TASK ITEM:
Print word for word the first line of the records below and every following line through the one containing "readonly rows: number;"; print nothing else.

*** SUPPLIED MATERIAL Section Begins ***

/** What the rows of a dataset hold, from one pass over their columns; no sample is converted. */
import { InputError } from "../util/errors.ts";
import type { Dataset, SampleBlock } from "./dataset.ts";

/** A few rows spread over the file, for asking which reading of the antenna positions explains them. */
export interface ProbeRow {
  /** MJD, days */
  readonly time: number;
  /** light travel, seconds */
  readonly u: number;
  readonly v: number;
  readonly w: number;
  readonly antenna1: number;
  readonly antenna2: number;
  readonly subarray: number;
  readonly field: number;
}

/** Plain data: a worker may be sent it instead of counting again. */
export interface RowSummary {
  readonly rows: number;
  /** MJD (UTC, days) of the first and last integration centre; NaN when no time is finite */
  readonly firstTime: number;
  readonly lastTime: number;
  /** rows whose time is not finite */
  readonly rowsWithoutTime: number;
  /** different integration centres, or `MOST_TIMES` when there are more */
  readonly times: number;
  /** seconds; NaN where the file does not say */
  readonly shortestIntegration: number;
  readonly longestIntegration: number;
  /** numbers met in the rows, ascending */
  readonly antennas: readonly number[];
  readonly subarrays: readonly number[];
  /** baselines between different antennas, either way round counted once; at most `MOST_BASELINES` are told apart */
  readonly baselines: number;
  readonly autocorrelations: number;
  readonly fields: readonly { readonly id: number; readonly rows: number }[];
  readonly setups: readonly { readonly index: number; readonly rows: number }[];
  /** rows with u, v or w not finite */
  readonly rowsWithoutUvw: number;
  /** longest and shortest |u, v| between different antennas, light travel in seconds; NaN without any */
  readonly longestSpacing: number;
  readonly shortestSpacing: number;
  /** every w of rows between different antennas is exactly 0 */
  readonly wAllZero: boolean;
  readonly probe: readonly ProbeRow[];
}

/** A Dataset that has already looked at its rows. */
export interface OpenedDataset extends Dataset {
  readonly summary: RowSummary;
}

export const MOST_TIMES = 1 << 20;
/** 2048 antennas have two million; numbers without end must not fill the memory. */
const MOST_BASELINES = 1 << 22;
const MOST_FIELDS = 65_536;
const PROBE_ROWS = 256;

/** One pass over the rows of `dataset`. @throws InputError where they are malformed */
export async function summarizeRows(
  dataset: Pick<Dataset, "rows" | "blocks">,
  onProgress: (rows: number) => void = () => {},
): Promise<RowSummary> {
  const count = new RowCount(Math.max(1, Math.ceil(dataset.rows / PROBE_ROWS)));
  for await (const block of dataset.blocks({ want: "rows" })) {
    count.add(block);
    onProgress(block.rows);
  }
  return count.summary();
}

class RowCount {
  readonly #probeEvery: number;
  #rows = 0;
  #firstTime = Number.POSITIVE_INFINITY;
  #lastTime = Number.NEGATIVE_INFINITY;
  #rowsWithoutTime = 0;
  #shortestIntegration = Number.POSITIVE_INFINITY;
  #longestIntegration = Number.NEGATIVE_INFINITY;
  #autocorrelations = 0;
  #rowsWithoutUvw = 0;
  #longest = Number.NEGATIVE_INFINITY;
  #shortest = Number.POSITIVE_INFINITY;
  #wAllZero = true;
  readonly #times = new Set<number>();
  readonly #antennas = new Set<number>();
  readonly #baselines = new Set<number>();
  readonly #subarrays = new Set<number>();
  readonly #fields = new Map<number, number>();
  readonly #setups = new Map<number, number>();
  readonly #probe: ProbeRow[] = [];

  constructor(probeEvery: number) {
    this.#probeEvery = probeEvery;
  }

  add(block: SampleBlock): void {
    this.#addTimes(block);
    this.#addAntennas(block);
    this.#addCoordinates(block);
    tally(this.#fields, block.field, block.rows);
    tally(this.#setups, block.setup, block.rows);
    if (this.#fields.size > MOST_FIELDS) {
      throw new InputError(
        `the rows name more than ${MOST_FIELDS} fields: expected some hundreds at most`,
        { row: block.firstRow + 1 },
        "The field numbers are damaged",
      );
    }
    const every = this.#probeEvery;
    for (let row = (every - (block.firstRow % every)) % every; row < block.rows; row += every) {
      this.#probe.push(probeRow(block, row));
    }
    this.#rows += block.rows;
  }

  #addTimes({ rows, time, integration }: SampleBlock): void {
    const times = this.#times;
    let previous = Number.NaN;
    for (let row = 0; row < rows; row++) {
      const t = time[row]!;
      const seconds = integration[row]!;
      if (seconds < this.#shortestIntegration) this.#shortestIntegration = seconds;
      if (seconds > this.#longestIntegration) this.#longestIntegration = seconds;
      if (t === previous) continue;
      if (Number.isNaN(t)) {
        this.#rowsWithoutTime++;
        continue;
      }
      previous = t;
      if (t < this.#firstTime) this.#firstTime = t;
      if (t > this.#lastTime) this.#lastTime = t;
      if (times.size < MOST_TIMES) times.add(t);
    }
  }

  #addAntennas({ rows, antenna1, antenna2, subarray }: SampleBlock): void {
    const baselines = this.#baselines;
    let previousSubarray = -1;
    for (let row = 0; row < rows; row++) {
      const a = antenna1[row]!;
      const b = antenna2[row]!;
      if (subarray[row] !== previousSubarray) {
        previousSubarray = subarray[row]!;
        this.#subarrays.add(previousSubarray);
      }
      if (a === b) {
        this.#autocorrelations++;
        this.#antennas.add(a);
        continue;
      }
      // Baselines come round again with every integration: one look-up a row, not three.
      const key = a < b ? a * 65536 + b : b * 65536 + a;
      if (baselines.has(key)) continue;
      if (baselines.size < MOST_BASELINES) baselines.add(key);
      this.#antennas.add(a);
      this.#antennas.add(b);
    }
  }

  #addCoordinates({ rows, u, v, w, antenna1, antenna2 }: SampleBlock): void {
    for (let row = 0; row < rows; row++) {
      const squared = u[row]! * u[row]! + v[row]! * v[row]!;
      if (!Number.isFinite(squared + w[row]!)) {
        this.#rowsWithoutUvw++;
        continue;
      }
      if (antenna1[row] === antenna2[row]) continue;
      if (squared > this.#longest) this.#longest = squared;
      if (squared < this.#shortest) this.#shortest = squared;
      if (w[row] !== 0) this.#wAllZero = false;
    }
  }

  summary(): RowSummary {
    return {
      rows: this.#rows,
      firstTime: finiteOrNaN(this.#firstTime),
      lastTime: finiteOrNaN(this.#lastTime),
      rowsWithoutTime: this.#rowsWithoutTime,
      times: this.#times.size,
      shortestIntegration: finiteOrNaN(this.#shortestIntegration),
      longestIntegration: finiteOrNaN(this.#longestIntegration),
      antennas: [...this.#antennas].sort((a, b) => a - b),
      subarrays: [...this.#subarrays].sort((a, b) => a - b),
      baselines: this.#baselines.size,
      autocorrelations: this.#autocorrelations,
      fields: sorted(this.#fields).map(([id, rows]) => ({ id, rows })),
      setups: sorted(this.#setups).map(([index, rows]) => ({ index, rows })),
      rowsWithoutUvw: this.#rowsWithoutUvw,
      longestSpacing: Math.sqrt(finiteOrNaN(this.#longest)),
      shortestSpacing: Math.sqrt(finiteOrNaN(this.#shortest)),
      wAllZero: this.#wAllZero,
      probe: this.#probe,
    };
  }
}

function tally(counts: Map<number, number>, values: Int32Array, rows: number): void {
  // Runs of one value are the rule: count a run at a time.
  for (let row = 0; row < rows; ) {
    const value = values[row]!;
    let end = row + 1;
    while (end < rows && values[end] === value) end++;
    counts.set(value, (counts.get(value) ?? 0) + end - row);
    row = end;
  }
}

function sorted(counts: ReadonlyMap<number, number>): [number, number][] {
  return [...counts].sort(([a], [b]) => a - b);
}

function probeRow(block: SampleBlock, row: number): ProbeRow {
  return {
    time: block.time[row]!,
    u: block.u[row]!,
    v: block.v[row]!,
    w: block.w[row]!,
    antenna1: block.antenna1[row]!,
    antenna2: block.antenna2[row]!,
    subarray: block.subarray[row]!,
    field: block.field[row]!,
  };
}

function finiteOrNaN(value: number): number {
  return Number.isFinite(value) ? value : Number.NaN;
}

*** SUPPLIED MATERIAL Section Ends ***

REPLY TO THE EXERCISE:
/** What the rows of a dataset hold, from one pass over their columns; no sample is converted. */
import { InputError } from "../util/errors.ts";
import type { Dataset, SampleBlock } from "./dataset.ts";

/** A few rows spread over the file, for asking which reading of the antenna positions explains them. */
export interface ProbeRow {
  /** MJD, days */
  readonly time: number;
  /** light travel, seconds */
  readonly u: number;
  readonly v: number;
  readonly w: number;
  readonly antenna1: number;
  readonly antenna2: number;
  readonly subarray: number;
  readonly field: number;
}

/** Plain data: a worker may be sent it instead of counting again. */
export interface RowSummary {
  readonly rows: number;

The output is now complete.